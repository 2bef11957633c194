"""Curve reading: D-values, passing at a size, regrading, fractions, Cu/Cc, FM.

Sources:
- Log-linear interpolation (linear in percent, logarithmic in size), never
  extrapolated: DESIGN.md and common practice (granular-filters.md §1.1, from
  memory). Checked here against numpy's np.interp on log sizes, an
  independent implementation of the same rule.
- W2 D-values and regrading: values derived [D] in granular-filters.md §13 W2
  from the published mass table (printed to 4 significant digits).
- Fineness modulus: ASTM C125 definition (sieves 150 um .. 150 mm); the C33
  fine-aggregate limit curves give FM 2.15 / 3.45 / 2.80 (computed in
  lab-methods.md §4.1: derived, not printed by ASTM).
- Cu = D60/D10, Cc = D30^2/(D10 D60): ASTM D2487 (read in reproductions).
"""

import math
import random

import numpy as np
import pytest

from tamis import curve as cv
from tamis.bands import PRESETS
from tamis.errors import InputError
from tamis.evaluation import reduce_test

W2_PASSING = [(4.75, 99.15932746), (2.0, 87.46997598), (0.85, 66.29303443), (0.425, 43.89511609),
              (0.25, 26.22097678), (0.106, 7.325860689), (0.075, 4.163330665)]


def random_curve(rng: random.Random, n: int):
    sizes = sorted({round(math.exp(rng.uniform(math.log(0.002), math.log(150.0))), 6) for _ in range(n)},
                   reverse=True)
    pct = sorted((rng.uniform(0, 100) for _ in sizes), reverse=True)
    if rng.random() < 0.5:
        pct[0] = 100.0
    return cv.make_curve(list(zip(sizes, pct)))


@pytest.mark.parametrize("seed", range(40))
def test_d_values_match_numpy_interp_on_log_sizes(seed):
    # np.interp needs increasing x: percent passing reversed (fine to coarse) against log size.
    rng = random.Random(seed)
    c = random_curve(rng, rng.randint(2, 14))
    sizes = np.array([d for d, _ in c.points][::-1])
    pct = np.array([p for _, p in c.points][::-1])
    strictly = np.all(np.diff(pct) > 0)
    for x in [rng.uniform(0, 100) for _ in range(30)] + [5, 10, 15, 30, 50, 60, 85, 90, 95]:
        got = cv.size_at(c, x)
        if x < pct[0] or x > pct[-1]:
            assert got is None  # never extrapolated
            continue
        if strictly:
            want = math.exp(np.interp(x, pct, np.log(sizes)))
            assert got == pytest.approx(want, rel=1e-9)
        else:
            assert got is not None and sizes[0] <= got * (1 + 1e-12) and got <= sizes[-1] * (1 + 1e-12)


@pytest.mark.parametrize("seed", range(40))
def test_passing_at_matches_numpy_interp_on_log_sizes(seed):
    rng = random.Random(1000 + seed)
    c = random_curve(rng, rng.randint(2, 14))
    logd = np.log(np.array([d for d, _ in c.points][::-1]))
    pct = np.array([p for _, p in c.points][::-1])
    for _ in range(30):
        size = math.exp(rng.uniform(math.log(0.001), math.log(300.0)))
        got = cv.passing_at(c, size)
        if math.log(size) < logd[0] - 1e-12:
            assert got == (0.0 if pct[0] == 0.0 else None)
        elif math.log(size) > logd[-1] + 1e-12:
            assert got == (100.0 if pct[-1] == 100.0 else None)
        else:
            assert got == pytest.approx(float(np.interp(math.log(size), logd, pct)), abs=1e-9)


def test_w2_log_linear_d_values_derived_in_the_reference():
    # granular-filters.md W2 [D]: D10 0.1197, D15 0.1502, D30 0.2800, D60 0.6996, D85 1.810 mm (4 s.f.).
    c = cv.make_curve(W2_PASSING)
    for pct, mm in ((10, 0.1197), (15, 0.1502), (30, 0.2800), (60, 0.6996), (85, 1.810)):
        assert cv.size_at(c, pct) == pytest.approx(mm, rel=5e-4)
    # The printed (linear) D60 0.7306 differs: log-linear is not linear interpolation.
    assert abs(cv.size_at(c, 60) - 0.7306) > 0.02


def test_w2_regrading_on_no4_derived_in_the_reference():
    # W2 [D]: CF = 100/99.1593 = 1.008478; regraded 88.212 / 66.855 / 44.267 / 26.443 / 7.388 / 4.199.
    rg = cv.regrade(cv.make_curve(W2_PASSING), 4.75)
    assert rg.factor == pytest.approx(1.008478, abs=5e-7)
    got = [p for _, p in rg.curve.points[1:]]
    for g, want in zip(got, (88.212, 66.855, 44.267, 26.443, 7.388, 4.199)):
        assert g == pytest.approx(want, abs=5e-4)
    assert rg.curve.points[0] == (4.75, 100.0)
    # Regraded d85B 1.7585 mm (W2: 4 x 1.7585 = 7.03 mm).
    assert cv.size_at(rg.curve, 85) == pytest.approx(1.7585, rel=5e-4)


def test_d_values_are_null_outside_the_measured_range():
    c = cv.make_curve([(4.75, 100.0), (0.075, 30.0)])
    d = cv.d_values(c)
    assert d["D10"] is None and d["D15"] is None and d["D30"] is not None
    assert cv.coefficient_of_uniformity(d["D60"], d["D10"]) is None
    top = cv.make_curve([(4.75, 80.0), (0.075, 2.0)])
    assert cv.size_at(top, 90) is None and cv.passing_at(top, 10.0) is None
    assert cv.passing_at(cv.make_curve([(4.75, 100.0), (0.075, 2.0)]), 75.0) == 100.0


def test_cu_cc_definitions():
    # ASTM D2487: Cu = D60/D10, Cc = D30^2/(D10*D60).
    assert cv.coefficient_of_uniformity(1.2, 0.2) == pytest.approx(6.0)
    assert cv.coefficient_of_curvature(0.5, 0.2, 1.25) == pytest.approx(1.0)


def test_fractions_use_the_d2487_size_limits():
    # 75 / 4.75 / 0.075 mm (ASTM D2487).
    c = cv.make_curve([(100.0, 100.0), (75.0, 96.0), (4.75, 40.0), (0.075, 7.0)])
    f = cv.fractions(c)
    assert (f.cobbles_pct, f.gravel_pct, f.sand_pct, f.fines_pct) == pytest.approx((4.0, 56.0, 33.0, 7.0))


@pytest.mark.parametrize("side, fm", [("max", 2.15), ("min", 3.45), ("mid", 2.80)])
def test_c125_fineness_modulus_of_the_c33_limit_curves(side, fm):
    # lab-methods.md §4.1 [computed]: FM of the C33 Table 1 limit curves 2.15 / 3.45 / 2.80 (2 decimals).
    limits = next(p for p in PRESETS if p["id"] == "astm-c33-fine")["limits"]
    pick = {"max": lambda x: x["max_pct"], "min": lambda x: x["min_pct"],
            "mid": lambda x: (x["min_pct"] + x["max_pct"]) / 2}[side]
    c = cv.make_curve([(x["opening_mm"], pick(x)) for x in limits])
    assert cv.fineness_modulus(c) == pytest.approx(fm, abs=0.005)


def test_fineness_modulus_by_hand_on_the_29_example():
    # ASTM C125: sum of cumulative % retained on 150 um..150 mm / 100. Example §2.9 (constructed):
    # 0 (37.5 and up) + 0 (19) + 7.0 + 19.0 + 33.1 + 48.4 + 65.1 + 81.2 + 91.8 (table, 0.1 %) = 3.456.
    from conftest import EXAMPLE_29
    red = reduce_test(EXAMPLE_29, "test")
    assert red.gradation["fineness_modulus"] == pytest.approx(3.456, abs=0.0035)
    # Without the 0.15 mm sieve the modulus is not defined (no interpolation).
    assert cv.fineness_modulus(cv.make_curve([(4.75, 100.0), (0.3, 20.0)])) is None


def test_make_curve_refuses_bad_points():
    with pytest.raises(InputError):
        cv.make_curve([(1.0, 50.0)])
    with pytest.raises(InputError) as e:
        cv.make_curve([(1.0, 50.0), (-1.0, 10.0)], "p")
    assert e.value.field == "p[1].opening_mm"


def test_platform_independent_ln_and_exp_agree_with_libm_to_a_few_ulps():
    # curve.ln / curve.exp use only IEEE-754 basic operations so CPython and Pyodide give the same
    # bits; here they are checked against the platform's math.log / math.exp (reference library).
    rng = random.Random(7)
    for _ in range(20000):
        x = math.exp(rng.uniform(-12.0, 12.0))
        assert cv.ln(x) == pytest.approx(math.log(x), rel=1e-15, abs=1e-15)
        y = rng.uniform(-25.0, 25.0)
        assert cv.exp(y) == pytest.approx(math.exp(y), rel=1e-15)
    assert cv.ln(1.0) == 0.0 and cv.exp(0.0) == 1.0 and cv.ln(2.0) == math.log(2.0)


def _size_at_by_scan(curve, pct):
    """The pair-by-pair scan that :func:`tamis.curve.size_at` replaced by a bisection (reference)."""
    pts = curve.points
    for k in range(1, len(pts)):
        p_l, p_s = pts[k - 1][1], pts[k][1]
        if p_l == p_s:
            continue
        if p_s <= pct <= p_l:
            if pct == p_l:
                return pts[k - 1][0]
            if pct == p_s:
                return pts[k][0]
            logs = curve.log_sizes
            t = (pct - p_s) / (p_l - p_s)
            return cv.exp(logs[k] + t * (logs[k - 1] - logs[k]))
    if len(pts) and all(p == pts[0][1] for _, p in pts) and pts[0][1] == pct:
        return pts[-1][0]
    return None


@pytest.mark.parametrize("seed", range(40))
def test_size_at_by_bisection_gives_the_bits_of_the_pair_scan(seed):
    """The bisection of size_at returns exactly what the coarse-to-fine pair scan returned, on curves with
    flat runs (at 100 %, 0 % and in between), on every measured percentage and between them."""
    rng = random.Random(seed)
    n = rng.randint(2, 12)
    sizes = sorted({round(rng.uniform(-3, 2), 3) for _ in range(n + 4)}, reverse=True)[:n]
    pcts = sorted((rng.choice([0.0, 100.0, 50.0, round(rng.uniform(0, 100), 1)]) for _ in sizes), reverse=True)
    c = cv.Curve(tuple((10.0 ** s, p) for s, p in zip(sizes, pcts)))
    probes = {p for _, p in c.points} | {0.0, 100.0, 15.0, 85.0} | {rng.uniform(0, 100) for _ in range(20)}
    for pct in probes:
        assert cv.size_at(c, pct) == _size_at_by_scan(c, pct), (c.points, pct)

━━━━━━━━

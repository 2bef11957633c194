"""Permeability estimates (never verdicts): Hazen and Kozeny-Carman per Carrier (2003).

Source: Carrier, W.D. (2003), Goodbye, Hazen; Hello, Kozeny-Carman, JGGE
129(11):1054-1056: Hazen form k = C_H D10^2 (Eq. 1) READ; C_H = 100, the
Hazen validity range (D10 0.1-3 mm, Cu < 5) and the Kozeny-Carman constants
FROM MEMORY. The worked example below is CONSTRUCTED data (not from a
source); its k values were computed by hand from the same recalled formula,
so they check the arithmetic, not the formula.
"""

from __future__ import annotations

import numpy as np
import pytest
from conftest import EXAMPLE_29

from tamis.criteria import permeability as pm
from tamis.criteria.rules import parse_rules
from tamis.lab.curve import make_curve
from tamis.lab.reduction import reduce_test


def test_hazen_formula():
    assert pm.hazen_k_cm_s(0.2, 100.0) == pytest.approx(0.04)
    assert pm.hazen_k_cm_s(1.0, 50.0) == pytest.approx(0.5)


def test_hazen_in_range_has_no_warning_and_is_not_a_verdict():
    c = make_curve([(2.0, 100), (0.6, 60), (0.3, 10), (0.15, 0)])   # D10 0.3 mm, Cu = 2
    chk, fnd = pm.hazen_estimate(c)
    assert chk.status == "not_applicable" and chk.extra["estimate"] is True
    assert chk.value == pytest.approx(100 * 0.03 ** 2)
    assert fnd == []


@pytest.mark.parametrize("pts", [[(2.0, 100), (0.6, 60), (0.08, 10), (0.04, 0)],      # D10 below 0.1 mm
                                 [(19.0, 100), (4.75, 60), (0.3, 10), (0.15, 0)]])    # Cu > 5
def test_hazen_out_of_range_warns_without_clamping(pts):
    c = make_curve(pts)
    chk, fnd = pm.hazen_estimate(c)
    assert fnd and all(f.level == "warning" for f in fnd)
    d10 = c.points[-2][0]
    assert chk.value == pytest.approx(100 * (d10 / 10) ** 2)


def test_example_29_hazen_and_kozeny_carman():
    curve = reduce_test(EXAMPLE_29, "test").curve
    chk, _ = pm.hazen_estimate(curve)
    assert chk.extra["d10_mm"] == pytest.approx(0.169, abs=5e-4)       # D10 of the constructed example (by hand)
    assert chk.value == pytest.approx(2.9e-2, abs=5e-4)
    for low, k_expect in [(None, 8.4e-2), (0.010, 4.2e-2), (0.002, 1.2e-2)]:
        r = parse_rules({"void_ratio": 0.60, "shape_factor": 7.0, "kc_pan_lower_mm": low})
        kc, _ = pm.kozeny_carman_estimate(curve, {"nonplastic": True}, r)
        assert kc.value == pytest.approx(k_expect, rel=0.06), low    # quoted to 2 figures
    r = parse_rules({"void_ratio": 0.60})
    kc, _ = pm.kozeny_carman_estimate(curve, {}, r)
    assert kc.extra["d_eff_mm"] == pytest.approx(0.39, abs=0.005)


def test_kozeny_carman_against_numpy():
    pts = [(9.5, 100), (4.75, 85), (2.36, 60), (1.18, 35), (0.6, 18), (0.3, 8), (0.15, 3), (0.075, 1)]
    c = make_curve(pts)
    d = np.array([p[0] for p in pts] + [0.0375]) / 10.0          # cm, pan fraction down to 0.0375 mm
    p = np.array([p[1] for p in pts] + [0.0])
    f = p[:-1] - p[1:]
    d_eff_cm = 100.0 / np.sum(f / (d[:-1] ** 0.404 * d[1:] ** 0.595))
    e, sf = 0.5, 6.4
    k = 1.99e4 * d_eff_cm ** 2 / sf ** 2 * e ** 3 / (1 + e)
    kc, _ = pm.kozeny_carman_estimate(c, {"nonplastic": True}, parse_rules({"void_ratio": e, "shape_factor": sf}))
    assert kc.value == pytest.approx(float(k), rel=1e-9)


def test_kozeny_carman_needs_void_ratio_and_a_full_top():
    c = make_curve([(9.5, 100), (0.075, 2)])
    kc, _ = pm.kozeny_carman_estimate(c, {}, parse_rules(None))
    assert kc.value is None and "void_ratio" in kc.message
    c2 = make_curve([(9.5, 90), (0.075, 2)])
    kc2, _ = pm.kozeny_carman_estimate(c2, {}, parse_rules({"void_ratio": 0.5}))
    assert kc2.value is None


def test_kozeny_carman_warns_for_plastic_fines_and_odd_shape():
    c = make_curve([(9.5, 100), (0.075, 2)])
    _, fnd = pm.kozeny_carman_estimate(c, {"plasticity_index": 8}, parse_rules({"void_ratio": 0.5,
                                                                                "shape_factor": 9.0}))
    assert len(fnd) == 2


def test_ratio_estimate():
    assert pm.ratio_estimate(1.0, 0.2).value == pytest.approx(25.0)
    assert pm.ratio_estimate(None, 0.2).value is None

━━━━━━━━

Your task:
The expected answer is an exact copy of the lines above, beginning at the line with "(0.25, 26.22097678), (0.106, 7.325860689), (0.075, 4.163330665)]" and ending at the line with "size = math.exp(rng.uniform(math.log(0.001), math.log(300.0)))", with both ends in.

Task result:
              (0.25, 26.22097678), (0.106, 7.325860689), (0.075, 4.163330665)]


def random_curve(rng: random.Random, n: int):
    sizes = sorted({round(math.exp(rng.uniform(math.log(0.002), math.log(150.0))), 6) for _ in range(n)},
                   reverse=True)
    pct = sorted((rng.uniform(0, 100) for _ in sizes), reverse=True)
    if rng.random() < 0.5:
        pct[0] = 100.0
    return cv.make_curve(list(zip(sizes, pct)))


@pytest.mark.parametrize("seed", range(40))
def test_d_values_match_numpy_interp_on_log_sizes(seed):
    # np.interp needs increasing x: percent passing reversed (fine to coarse) against log size.
    rng = random.Random(seed)
    c = random_curve(rng, rng.randint(2, 14))
    sizes = np.array([d for d, _ in c.points][::-1])
    pct = np.array([p for _, p in c.points][::-1])
    strictly = np.all(np.diff(pct) > 0)
    for x in [rng.uniform(0, 100) for _ in range(30)] + [5, 10, 15, 30, 50, 60, 85, 90, 95]:
        got = cv.size_at(c, x)
        if x < pct[0] or x > pct[-1]:
            assert got is None  # never extrapolated
            continue
        if strictly:
            want = math.exp(np.interp(x, pct, np.log(sizes)))
            assert got == pytest.approx(want, rel=1e-9)
        else:
            assert got is not None and sizes[0] <= got * (1 + 1e-12) and got <= sizes[-1] * (1 + 1e-12)


@pytest.mark.parametrize("seed", range(40))
def test_passing_at_matches_numpy_interp_on_log_sizes(seed):
    rng = random.Random(1000 + seed)
    c = random_curve(rng, rng.randint(2, 14))
    logd = np.log(np.array([d for d, _ in c.points][::-1]))
    pct = np.array([p for _, p in c.points][::-1])
    for _ in range(30):
        size = math.exp(rng.uniform(math.log(0.001), math.log(300.0)))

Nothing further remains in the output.